[Data section Boundary: Start]

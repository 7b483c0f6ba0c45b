#include "gyre/report/html_report.hpp"

#include <algorithm>
#include <cmath>
#include <cstdio>
#include <sstream>

#include <nlohmann/json.hpp>

#include "gyre/core/error.hpp"
#include "gyre/core/file.hpp"

namespace gyre::report {
namespace {

namespace fs = std::filesystem;
using nlohmann::json;

// Chart geometry in SVG user units.
constexpr double kWidth = 520, kHeight = 300, kLeft = 64, kRight = 16, kTop = 34, kBottom = 48;
const char* const kColors[] = {"#1f5f99", "#c0562a", "#3c8a4a", "#7a4ea3", "#a38a1e", "#2b8c8c"};

std::string num(double v, int decimals = 4) {
  char buf[64];
  std::snprintf(buf, sizeof buf, "%.*f", decimals, v);
  return buf;
}

// Shortest tidy label for a tick value.
std::string tick_text(double v, double step) {
  int decimals = 0;
  while (decimals < 6 &&
         std::fabs(step * std::pow(10.0, decimals) - std::round(step * std::pow(10.0, decimals))) > 1e-6)
    ++decimals;
  if (std::fabs(v) < step * 1e-6) v = 0.0;
  return num(v, decimals);
}

struct Axis {
  double lo = 0, hi = 1, step = 0.2;
};

// Ticks at multiples of 1, 2 or 5 x 10^k covering [lo, hi] with about `target` intervals.
Axis nice_axis(double lo, double hi, int target = 5) {
  if (!(hi > lo)) {
    const double pad = std::fabs(lo) > 0 ? std::fabs(lo) * 0.1 : 1.0;
    lo -= pad;
    hi += pad;
  }
  const double raw = (hi - lo) / target;
  const double mag = std::pow(10.0, std::floor(std::log10(raw)));
  double step = mag;
  for (const double m : {1.0, 2.0, 5.0, 10.0}) {
    step = m * mag;
    if (step >= raw) break;
  }
  return {std::floor(lo / step + 1e-9) * step, std::ceil(hi / step - 1e-9) * step, step};
}

struct Frame {
  Axis x, y;
  double sx(double v) const { return kLeft + (v - x.lo) / (x.hi - x.lo) * (kWidth - kLeft - kRight); }
  double sy(double v) const {
    return kHeight - kBottom - (v - y.lo) / (y.hi - y.lo) * (kHeight - kTop - kBottom);
  }
};

void svg_open(std::ostringstream& o, std::string_view title) {
  o << "<svg class=\"chart\" viewBox=\"0 0 " << kWidth << ' ' << kHeight << "\" width=\"" << kWidth
    << "\" height=\"" << kHeight << "\" role=\"img\" aria-label=\"" << html_escape(title) << "\">\n";
  o << "<text class=\"title\" x=\"" << kLeft << "\" y=\"20\">" << html_escape(title) << "</text>\n";
}
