#include <algorithm>
#include <cfloat>
#include <cmath>
#include <cstdlib>
#include <cstring>
#include <string_view>

#include "runtime/detail/half.hpp"
#include "runtime/detail/kernels.hpp"

#if defined(__x86_64__) && (defined(__GNUC__) || defined(__clang__))
#include <cpuid.h>
#include <immintrin.h>
#define GYRE_RUNTIME_X86 1
#endif
#if defined(__aarch64__) && (defined(__GNUC__) || defined(__clang__))
#include <arm_neon.h>
#include <sys/auxv.h>
#define GYRE_RUNTIME_ARM64 1
#ifndef HWCAP_ASIMDDP
#define HWCAP_ASIMDDP (1UL << 20)  // Linux arch/arm64/include/uapi/asm/hwcap.h
#endif
#endif

namespace gyre::runtime::detail {
namespace {

// ---- activations ------------------------------------------------------------------------------
// e^x after Cephes expf (S. Moshier): n = round(x log2 e), r = x - n ln2 (ln2 split in two parts
// for exactness), e^r by its degree-6 minimax polynomial, times 2^n built in the exponent bits.
// Branch-free so that the loops below vectorise for whatever target they are compiled for.
__attribute__((always_inline)) inline float exp_approx(float x) {
  x = x < -87.0f ? -87.0f : (x > 88.0f ? 88.0f : x);
  const float t = x * 1.44269504088896341f + 0.5f;
  int n = static_cast<int>(t);
  n -= static_cast<float>(n) > t ? 1 : 0;  // floor
  const float fn = static_cast<float>(n);
  float r = x - fn * 0.693359375f;
  r = r - fn * -2.12194440e-4f;
  float y = 1.9875691500e-4f;
  y = y * r + 1.3981999507e-3f;
  y = y * r + 8.3334519073e-3f;
  y = y * r + 4.1665795894e-2f;
  y = y * r + 1.6666665459e-1f;
  y = y * r + 5.0000001201e-1f;
  y = y * r * r + r + 1.0f;
  const std::int32_t bits = (n + 127) << 23;
  float scale;
  std::memcpy(&scale, &bits, sizeof scale);
  return y * scale;
}
__attribute__((always_inline)) inline void sigmoid_loop(float* x, std::size_t n) {
  for (std::size_t i = 0; i < n; ++i) x[i] = 1.0f / (1.0f + exp_approx(-x[i]));
}
__attribute__((always_inline)) inline void tanh_loop(float* x, std::size_t n) {
  for (std::size_t i = 0; i < n; ++i) x[i] = 2.0f / (1.0f + exp_approx(-2.0f * x[i])) - 1.0f;
}
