// Whether `run` (in `dir`) can be reused, with the reason it must be retrained otherwise, and which
// rank trains or trained it; says so when a stale run is retrained.
RunState settle_run(const CompareSpec& spec, CompareRun& run, const fs::path& dir, const json& record,
                    const std::map<std::string, TrainedHere>& trained_in_job, int rank) {
  std::string why;
  const RunState state = run_state(dir, run.cell, run.hidden_size, run.seed, record, why);
  run.reused = state == RunState::kReusable;
  if (const auto it = trained_in_job.find(run.name); it != trained_in_job.end()) {
    // Trained by a rank of this MPI job a moment ago: not a reuse.
    run.reused = false;
    run.trained_by_rank = it->second.rank;
    why = it->second.reason;
  } else if (!run.reused) {
    run.trained_by_rank = rank;
  }
  if (state == RunState::kStale && spec.messages) {
    std::fprintf(spec.messages, "gyre compare: retraining %s: %s\n", run.name.c_str(), why.c_str());
    std::fflush(spec.messages);
  }
  run.retrain_reason = why;
  return state;
}

// Trains `run` into `dir` (started at `start`), after a line saying where in the grid it is.
void train_run(const CompareSpec& spec, const CompareRun& run, const fs::path& dir, const TrainConfig& c,
               const json& record, GridClock& clock, std::chrono::steady_clock::time_point start) {
  if (spec.progress) {
    // The grid line: where in the grid we are, time so far and a rough time to go
    // (mean time of the runs trained so far x runs left; reused runs take no time).
    const double elapsed = seconds_since(clock.start);
    const std::string eta = clock.trained_runs > 0
                                ? "ETA " + format_duration(clock.trained_seconds / clock.trained_runs *
                                                           static_cast<double>(clock.total - clock.done))
                                : "ETA unknown until one run has trained";
    std::fprintf(spec.progress, "gyre compare: run %d of %d: %s (elapsed %s, %s)\n", clock.done + 1,
                 clock.total, run.name.c_str(), format_duration(elapsed).c_str(), eta.c_str());
    std::fflush(spec.progress);
  }
  const TrainResult tr = train_into(dir, c, record, spec.progress);
  ++clock.trained_runs;
  clock.trained_seconds += seconds_since(start);
  if (tr.outcome == TrainOutcome::kInterrupted)
    throw Error("interrupted during " + run.name + "; finished runs are kept and reused by the next compare");
}

// Scores the finished run in `dir` on the scoring sets: its log totals, size, int8 file
// (`int8_path`), dev and test metrics and per-example results for the head-to-head. The first
// run fixes the result's metric and task. Returns the encoded dev examples (for the latency).
std::vector<data::EncodedExample> score_run(const CompareSpec& spec, const ScoringSets& sets,
                                            const fs::path& dir, const fs::path& int8_path, CompareRun& run,
                                            CompareResult& result) {
  const LogTotals log = read_log(dir);
  run.epochs = log.epochs;
  run.train_seconds = log.seconds;
  run.tokens_per_second = log.tokens_per_second;

  io::TrainedModel trained = io::load_trained_model(dir);
  if (result.metric.empty()) {
    result.metric = resolve_metric(spec.metric, trained.spec);
    result.task = trained.spec.task;
    result.multi_label = trained.spec.output == model::OutputKind::kSigmoid;
  }
  const std::string h2h_metric = head_to_head_metric(result.metric, trained.spec.task);
  run.parameters = trained.model->params().parameter_count();
  run.model_bytes = run.parameters * sizeof(float);
  for (const auto& d : log.dev)
    run.dev_curve.push_back(d.is_object() && d.contains(result.metric) && d[result.metric].is_number()
                                ? d[result.metric].get<double>()
                                : std::nan(""));
  // Costs of the deployable form: the int8 model file and its batch-1 latency in the runtime.
  run.int8_bytes = io::export_model(trained, int8_path, runtime::DType::kI8);
  auto dev_encoded = encode_all(sets.dev, trained, spec.base.dev);
  const EvaluationResult dev = evaluate(*trained.model, dev_encoded, !sets.with_test);
  run.dev_metric = dev.metric(result.metric);
  run.dev = dev.summary();
  run.test = nullptr;
  if (sets.with_test) {
    const auto test_encoded = encode_all(sets.test, trained, spec.test);
    const EvaluationResult test = evaluate(*trained.model, test_encoded, true);
    run.test_metric = test.metric(result.metric);
    run.test = test.summary();
    run.correct = correctness(test, test_encoded, trained.spec.task);
    run.counts = example_counts(test, test_encoded, trained.spec, h2h_metric);
  } else {
    run.correct = correctness(dev, dev_encoded, trained.spec.task);
    run.counts = example_counts(dev, dev_encoded, trained.spec, h2h_metric);
  }
  return dev_encoded;
}

// The line after each run: its scores and time.
void report_run(const CompareSpec& spec, const CompareRun& run, const std::string& metric,
                const GridClock& clock, double seconds) {
  if (!spec.progress) return;
  char test_text[48] = "";
  if (run.test_metric) std::snprintf(test_text, sizeof test_text, "  test %.4f", *run.test_metric);
  std::fprintf(spec.progress, "[%d/%d] %-18s dev %s %.4f%s  %.1f s%s\n", clock.done, clock.total,
               run.name.c_str(), metric.c_str(), run.dev_metric, test_text, seconds,
               run.reused ? "  (reused)" : "");
  std::fflush(spec.progress);
}
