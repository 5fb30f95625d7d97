import { ChangeDetectionStrategy, Component, computed, inject, signal, viewChild } from '@angular/core';
import { FormsModule } from '@angular/forms';
import { MatAutocompleteModule } from '@angular/material/autocomplete';
import { MatButtonModule } from '@angular/material/button';
import { MatButtonToggleModule } from '@angular/material/button-toggle';
import { MatFormFieldModule } from '@angular/material/form-field';
import { MatIconModule } from '@angular/material/icon';
import { MatInputModule } from '@angular/material/input';
import { MatTooltipModule } from '@angular/material/tooltip';
import { RoomEditor } from '../editor/room-editor';
import { groupStyles, NO_GROUP_STYLE, shapePath } from '../map/group-style';
import { type MapTool, RoomMap } from '../map/room-map';

/** The map tab: tools, the map, the legend of groups and the inspector of the selection. */
@Component({
  selector: 'app-map-panel',
  imports: [
    FormsModule,
    MatAutocompleteModule,
    MatButtonModule,
    MatButtonToggleModule,
    MatFormFieldModule,
    MatIconModule,
    MatInputModule,
    MatTooltipModule,
    RoomMap,
  ],
  templateUrl: './map-panel.html',
  styleUrl: './map-panel.scss',
  changeDetection: ChangeDetectionStrategy.OnPush,
})
export class MapPanel {
  protected readonly editor = inject(RoomEditor);
  readonly map = viewChild.required(RoomMap);
  protected readonly tool = signal<MapTool>('select');
  protected readonly query = signal('');
  protected readonly findMessage = signal<string | null>(null);

  protected readonly legend = computed(() => {
    const styles = groupStyles(this.editor.groups());
    const rows = [...styles.values()].map((s) => ({ ...s, d: shapePath(s.shape, 7) }));
    if (this.editor.people().some((p) => !p.group)) rows.push({ ...NO_GROUP_STYLE, group: 'No group', d: shapePath('circle', 7) });
    return rows;
  });

  protected readonly matches = computed(() => {
    const q = this.query().trim().toLowerCase();
    if (!q) return [];
    return this.editor
      .people()
      .filter((p) => p.name.toLowerCase().includes(q) || p.key.toLowerCase() === q)
      .slice(0, 12);
  });

  protected addPerson(): void {
    // Placed where the user is looking, so the new person is on screen at once.
    const [x, y] = this.map().freeSpotInView();
    const lid = this.editor.addPerson({ name: `New person ${this.editor.model.people.size + 1}`, x, y });
    this.editor.selection.only(lid);
    this.editor.selectionChanged();
  }

  protected find(lid?: string): void {
    const target = lid ?? this.matches()[0]?.lid;
    if (!target) {
      this.findMessage.set(this.query().trim() ? `Nobody called "${this.query().trim()}" in this room.` : null);
      return;
    }
    this.findMessage.set(null);
    this.map().find(target);
    this.editor.selection.only(target);
    this.editor.selectionChanged();
  }

  protected nameOf(lid: string): string {
    return this.editor.model.people.get(lid)?.name ?? '';
  }
}
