import { ChangeDetectionStrategy, Component, inject } from '@angular/core';
import { MatButtonModule } from '@angular/material/button';
import { MatIconModule } from '@angular/material/icon';
import { RoomEditor } from '../editor/room-editor';

/** Saved / saving / failed, with retry; and the "changed elsewhere" choice after a 409. */
@Component({
  selector: 'app-save-status',
  imports: [MatButtonModule, MatIconModule],
  template: `
    @switch (editor.saveState()) {
      @case ('saved') {
        <span class="rh-state rh-ok" role="status"><mat-icon>cloud_done</mat-icon>All changes saved</span>
      }
      @case ('unsaved') {
        <span class="rh-state" role="status"
          ><mat-icon>edit</mat-icon>Unsaved changes…
          @if (editor.saveError(); as why) {
            {{ why }}
          }
        </span>
      }
      @case ('saving') {
        <span class="rh-state" role="status"><mat-icon>cloud_upload</mat-icon>Saving…</span>
      }
      @case ('failed') {
        <span class="rh-state rh-bad" role="alert">
          <mat-icon>cloud_off</mat-icon>Not saved: {{ editor.saveError() }}
          <button mat-button (click)="editor.retry()">Retry</button>
        </span>
      }
      @case ('conflict') {
        <div class="rh-conflict" role="alertdialog" aria-labelledby="rh-conflict-text">
          <mat-icon>sync_problem</mat-icon>
          <span id="rh-conflict-text"
            >This room was changed elsewhere: reload or keep yours. Your unsaved changes are kept until you choose.</span
          >
          <button mat-flat-button (click)="editor.keepMine()">Keep mine</button>
          <button mat-stroked-button (click)="editor.reloadFromServer()">Reload theirs</button>
        </div>
      }
    }
  `,
  styles: `
    :host {
      display: contents;
    }
    .rh-state {
      display: inline-flex;
      align-items: center;
      gap: 4px;
      font-size: 0.9rem;
      color: var(--mat-sys-on-surface-variant);
      margin-left: 12px;
    }
    .rh-state mat-icon {
      font-size: 18px;
      width: 18px;
      height: 18px;
    }
    .rh-ok mat-icon {
      color: var(--rh-sage);
    }
    .rh-bad {
      color: #a03a17;
    }
    .rh-conflict {
      display: flex;
      align-items: center;
      gap: 8px;
      flex-basis: 100%;
      order: 10;
      background: #fbf0ea;
      border: 1px solid var(--rh-clay);
      border-radius: 8px;
      padding: 8px 12px;
    }
  `,
  changeDetection: ChangeDetectionStrategy.OnPush,
})
export class SaveStatus {
  protected readonly editor = inject(RoomEditor);
}
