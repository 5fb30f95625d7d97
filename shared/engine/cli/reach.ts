/** `reach`: exact expected hops to hear for a starter set (shared/engine/reach.ts). */
import {
  ms,
  ROOM_FLAGS,
  ROOM_HELP,
  starterIndices,
  UNREACHABLE_HELP,
  WALK_FLAGS,
  WALK_HELP,
  walkOptions,
  warningNotes,
  type Command,
} from './command';
import { loadRoom } from './load-room';

export const reachCommand: Command = {
  name: 'reach',
  summary: 'exact expected hops to hear for each person, given the starters',
  flags: { ...ROOM_FLAGS, starters: { required: true }, ...WALK_FLAGS },
  help: `Usage: npm run -s cli -- reach --graph FILE --starters ID[,ID...] [--laziness A] [--mixing B]

Prints {"n", "starters", "total", "average", "reach": {"<id>": hops}, "unreachable": [ids],
"reasons", "reachableTotal", "reachableAverage", "solver", "elapsedMs"}.
"reach" holds every person who can be reached (starters with 0); "total" is the sum over
the people who are not starters and "average" is total / (n - number of starters).

${ROOM_HELP}
  --starters IDS      the people briefed first, ids as in the file, separated by commas
${WALK_HELP}

${UNREACHABLE_HELP}`,
  async run(argv) {
    const start = performance.now();
    const { exactReach } = await import('../reach');
    const { graph, warnings, file } = loadRoom(argv);
    const starters = starterIndices(graph, argv, file);
    const r = exactReach(graph, starters, walkOptions(argv));
    const reach: Record<string, number> = {};
    const lost = new Set(r.unreachable.map((u) => u.index));
    for (let i = 0; i < r.n; i++) if (!lost.has(i)) reach[graph.ids[i]] = r.h[i];
    const reasons: Record<string, string> = {};
    for (const u of r.unreachable) reasons[u.id] = u.message;
    const complete = r.unreachable.length === 0;
    const notes = warningNotes(warnings, file);
    if (!complete)
      notes.push(`note: ${r.unreachable.length} of ${r.n} people cannot reach any starter; total and average are null (see "unreachable")`);
    return {
      result: {
        n: r.n,
        starters: r.starters.map((i) => graph.ids[i]),
        total: complete ? r.total : null,
        average: complete ? r.average : null,
        reach,
        unreachable: r.unreachable.map((u) => u.id),
        reasons,
        reachableTotal: r.reachableTotal,
        reachableAverage: r.reachableAverage,
        solver: r.solver,
        elapsedMs: ms(start),
      },
      notes,
    };
  },
};
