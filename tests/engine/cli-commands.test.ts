/** The command-line contract of issue 3 item 7, run in child processes. */
import assert from 'node:assert/strict';
import { execFile } from 'node:child_process';
import { describe, it } from 'node:test';
import { writeGraphml, writeNodeLink, writeRoomCsv } from '../../shared/engine/io/index';
import { PLAN_WARNING_CODES } from '../../shared/engine/plan-types';
import { cli, fixtures, ROOT } from './cli-helpers';
import { lesMiserables, path } from './simulate-fixtures';

const n = 8;
const line = path(n);
const room = { ...line, ids: line.ids.map((_, i) => String(100 + i)) };
const csv = writeRoomCsv(room);
const f = fixtures({
  'path.json': writeNodeLink(room),
  'path.graphml': writeGraphml(room),
  'path.csv': csv.ties,
  'people.csv': csv.people,
  'mis.json': writeNodeLink(lesMiserables()),
  'split.csv': 'source,target\na,b\nc,d\n',
  'dups.csv': 'source,target,strength\na,b,1\nb,a,2\nb,c,1\n',
});

function json(stdout: string): Record<string, unknown> {
  assert.match(stdout, /^\{.*\}\n$/s);
  assert.equal(stdout.trim().split('\n').length, 1);
  return JSON.parse(stdout) as Record<string, unknown>;
}

describe('command line: results', { concurrency: 2 }, () => {
  it('npm run -s cli works and prints the general help', async () => {
    const r = await new Promise<{ code: number; out: string }>((done) =>
      execFile('npm', ['run', '-s', 'cli', '--', '--help'], { cwd: ROOT }, (e, out) => done({ code: e ? 1 : 0, out })),
    );
    assert.equal(r.code, 0);
    assert.match(r.out, /reach .*\n.*plan .*\n.*cover .*\n.*simulate /);
  });

  for (const command of ['reach', 'plan', 'cover', 'simulate']) {
    it(`${command} --help`, async () => {
      const r = await cli([command, '--help']);
      assert.equal(r.code, 0);
      assert.match(r.stdout, new RegExp(`^Usage: npm run -s cli -- ${command} --graph FILE`));
    });
  }

  it("reach on a path with both ends briefed gives h_i = i (n - i) (gambler's ruin; Levin, Peres, Wilmer 2009), ids as strings", async () => {
    for (const file of [f['path.json'], f['path.graphml'], f['path.csv']]) {
      const r = await cli(['reach', '--graph', file, '--starters', `100,${100 + n}`]);
      assert.equal(r.code, 0, r.stderr);
      assert.equal(r.stderr, '');
      const out = json(r.stdout);
      assert.equal(out['n'], n + 1);
      assert.deepEqual(out['starters'], ['100', String(100 + n)]);
      const reach = out['reach'] as Record<string, number>;
      for (let i = 0; i <= n; i++) assert.ok(Math.abs(reach[String(100 + i)] - i * (n - i)) < 1e-9);
      const total = Array.from({ length: n - 1 }, (_, k) => (k + 1) * (n - k - 1)).reduce((a, b) => a + b);
      assert.ok(Math.abs((out['total'] as number) - total) < 1e-9);
      assert.ok(Math.abs((out['average'] as number) - total / (n - 1)) < 1e-9);
      assert.deepEqual(out['unreachable'], []);
    }
  });

  it('reach with laziness scales by 1 / (1 - a); the people file is accepted', async () => {
    const r = await cli(['reach', '--graph', f['path.csv'], '--people', f['people.csv'], '--starters', '100', '--laziness', '0.5']);
    const reach = json(r.stdout)['reach'] as Record<string, number>;
    // path to one end: H(i -> 0) = 2 n i - i^2 on the path 0..n (Lovász 1993), doubled by laziness 0.5
    for (let i = 1; i <= n; i++) assert.ok(Math.abs(reach[String(100 + i)] - 2 * (2 * n * i - i * i)) < 1e-8);
  });

  it('unreachable people are listed; total and average are null, with a note on stderr', async () => {
    const r = await cli(['reach', '--graph', f['split.csv'], '--starters', 'a']);
    assert.equal(r.code, 0);
    const out = json(r.stdout);
    assert.equal(out['total'], null);
    assert.equal(out['average'], null);
    assert.deepEqual(out['unreachable'], ['c', 'd']);
    assert.deepEqual(out['reach'], { a: 0, b: 1 });
    assert.equal(out['reachableTotal'], 1);
    assert.doesNotMatch(r.stdout, /NaN|Infinity/);
    assert.match(r.stderr, /^note: 2 of 4 people cannot reach any starter/);
  });

  it('merged duplicate ties are mentioned on stderr', async () => {
    const r = await cli(['cover', '--graph', f['dups.csv']]);
    assert.equal(r.code, 0);
    assert.match(r.stderr, /note: .*1 warning; first: ties line 3: tie "b" - "a" repeats/);
  });

  it('cover prints size and members', async () => {
    const out = json((await cli(['cover', '--graph', f['path.json']])).stdout);
    assert.equal(out['size'], 4);
    assert.equal((out['cover'] as string[]).length, 4);
  });

  it('plan prints the contract fields', async () => {
    const out = json((await cli(['plan', '--graph', f['path.json'], '--k', '2', '--method', 'exhaustive'])).stdout);
    for (const key of ['method', 'k', 'starters', 'total', 'average', 'rank', 'lowerBound', 'certified', 'elapsedMs'])
      assert.ok(key in out, key);
    assert.equal(out['method'], 'exhaustive');
    assert.equal(out['certified'], true);
    assert.ok((out['starters'] as string[]).every((s) => typeof s === 'string'));
  });

  it('plan prints its warnings as {code, text}, and its help names every code', async () => {
    // A time limit (1 ms) that has passed before the first seed is extended: the warnings say so.
    const r = await cli(['plan', '--graph', f['mis.json'], '--k', '6', '--method', 'exhaustive', '--time-limit', '0.001']);
    assert.equal(r.code, 0, r.stderr);
    const warnings = json(r.stdout)['warnings'] as { code: string; text: string }[];
    assert.ok(
      warnings.some((w) => w.code === 'search-time-limit'),
      JSON.stringify(warnings),
    );
    for (const w of warnings) {
      assert.deepEqual(Object.keys(w), ['code', 'text']);
      assert.ok((PLAN_WARNING_CODES as readonly string[]).includes(w.code), w.code);
      assert.match(w.text, /^[A-Z].*\.$/);
    }
    const help = (await cli(['plan', '--help'])).stdout;
    for (const code of PLAN_WARNING_CODES) assert.ok(help.includes(code), code);
  });

  it('simulate: contract fields, same seed same numbers, 1 or 2 workers identical', async () => {
    const args = ['simulate', '--graph', f['mis.json'], '--starters', 'p11,p48', '--runs', '12000', '--seed', '77'];
    const [a, b, c] = await Promise.all([cli(args), cli(args), cli([...args, '--workers', '2'])]);
    const [x, y, z] = [a, b, c].map((r) => {
      assert.equal(r.code, 0, r.stderr);
      const o = json(r.stdout);
      delete o['elapsedMs'];
      delete o['workers'];
      return o;
    });
    for (const key of ['runs', 'seed', 'total', 'average', 'reach', 'stderr', 'capped']) assert.ok(key in x, key);
    assert.equal(x['seed'], 77);
    assert.equal(x['runs'], 12000);
    assert.deepEqual(x, y);
    assert.deepEqual(x, z);
  });

  it('simulate agrees with reach within 3 standard errors on the room average', async () => {
    const [sim, exact] = await Promise.all([
      cli(['simulate', '--graph', f['path.json'], '--starters', '100', '--runs', '4000', '--seed', 'check']),
      cli(['reach', '--graph', f['path.json'], '--starters', '100']),
    ]);
    const s = json(sim.stdout);
    const e = json(exact.stdout);
    assert.ok(Math.abs((s['average'] as number) - (e['average'] as number)) <= 3 * (s['averageStderr'] as number));
  });
});
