/**
 * A PNG of the map made in the browser: the map's SVG (presentation attributes only, no
 * outside fonts or images) drawn onto a canvas at twice the size. No request leaves the page.
 */
export async function downloadMapPng(doc: { svg: string; width: number; height: number }, fileName: string): Promise<void> {
  const scale = Math.min(2, 8000 / Math.max(doc.width, doc.height));
  const url = URL.createObjectURL(new Blob([doc.svg], { type: 'image/svg+xml' }));
  try {
    const img = new Image();
    await new Promise<void>((resolve, reject) => {
      img.onload = () => resolve();
      img.onerror = () => reject(new Error('The map picture could not be drawn.'));
      img.src = url;
    });
    const canvas = document.createElement('canvas');
    canvas.width = Math.round(doc.width * scale);
    canvas.height = Math.round(doc.height * scale);
    const ctx = canvas.getContext('2d')!;
    ctx.scale(scale, scale);
    ctx.drawImage(img, 0, 0, doc.width, doc.height);
    const png = await new Promise<Blob>((resolve, reject) =>
      canvas.toBlob((b) => (b ? resolve(b) : reject(new Error('No PNG'))), 'image/png'),
    );
    const a = document.createElement('a');
    a.href = URL.createObjectURL(png);
    a.download = fileName.replace(/[\\/:*?"<>|]/g, '_');
    document.body.append(a);
    a.click();
    a.remove();
    setTimeout(() => URL.revokeObjectURL(a.href), 10_000);
  } finally {
    URL.revokeObjectURL(url);
  }
}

[Data section Boundary: End]

▶ [Task brief]:
Scan the data above for the string "every" and copy each line where it appears.

▶ [Solution]:
"reach" holds every person who can be reached (starters with 0); "total" is the sum over
    assert.ok((out['starters'] as string[]).every((s) => typeof s === 'string'));
  it('plan prints its warnings as {code, text}, and its help names every code', async () => {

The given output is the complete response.